Thanks guys.. .Sorry to ask such a noobish question just I don't have much exp with the hardie board. and ot used to dealing with siding. When i close on the house on monday I will take before and after pics. Should be fun at the end. lol


----------



## joecaption (Nov 30, 2011)

Do yourself a favor and down load the installed directions on th Hardee web side.
Done wrong and things can go down hill fast.


----------



## JtProCaddie (Aug 17, 2012)

joecaption said:


> Do yourself a favor and down load the installed directions on th Hardee web side.
> Done wrong and things can go down hill fast.

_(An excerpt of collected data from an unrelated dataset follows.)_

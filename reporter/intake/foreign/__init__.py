"""A file that is not the field workbook: looked at, asked about where it can be read two ways, read by a mapping.

look        tables, columns, times and numbers of a file, each with its evidence, and the open questions
mapping_of  the reading of a look as a mapping, once every question has its answer
apply       a file read by a mapping: readings, what was left out and why, problems
"""

from reporter.intake.foreign.apply import ForeignReadings, apply
from reporter.intake.foreign.look import Look, look, mapping_of
from reporter.intake.foreign.mapping import Mapping, differences, load, save
from reporter.intake.foreign.model import Option, Question

__all__ = [
    "ForeignReadings",
    "Look",
    "Mapping",
    "Option",
    "Question",
    "apply",
    "differences",
    "load",
    "look",
    "mapping_of",
    "save",
]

Yeah I downloaded it already and called them, but business hours are over so will call them back tomorrow. 13 gauge nails are the standard for siding nails but I found 12 gauge 2 1/2 inch framing nails ring shank that I think should work just fine.

http://www.homedepot.com/h_d1/N-5yc...hank+framing+nails&storeId=10051#.UC3U791lQXE


----------



## JtProCaddie (Aug 17, 2012)

JtProCaddie said:


> Yeah I downloaded it already and called them, but business hours are over so will call them back tomorrow. 13 gauge nails are the standard for siding nails but I found 12 gauge 2 1/2 inch framing nails ring shank that I think should work just fine.
> 
> http://www.homedepot.com/h_d1/N-5yc...hank+framing+nails&storeId=10051#.UC3U791lQXE



I was able to find 2" and 2-3/8" ring shank .131 framing nails that fire from the framing gun I just bought today.. Tested it out and with some adjustment fires perfectly and stops flush with with hardie board. 

Thanks guys for the advice when I close on the house and its final I will post some pictures.

Thanks again!


----------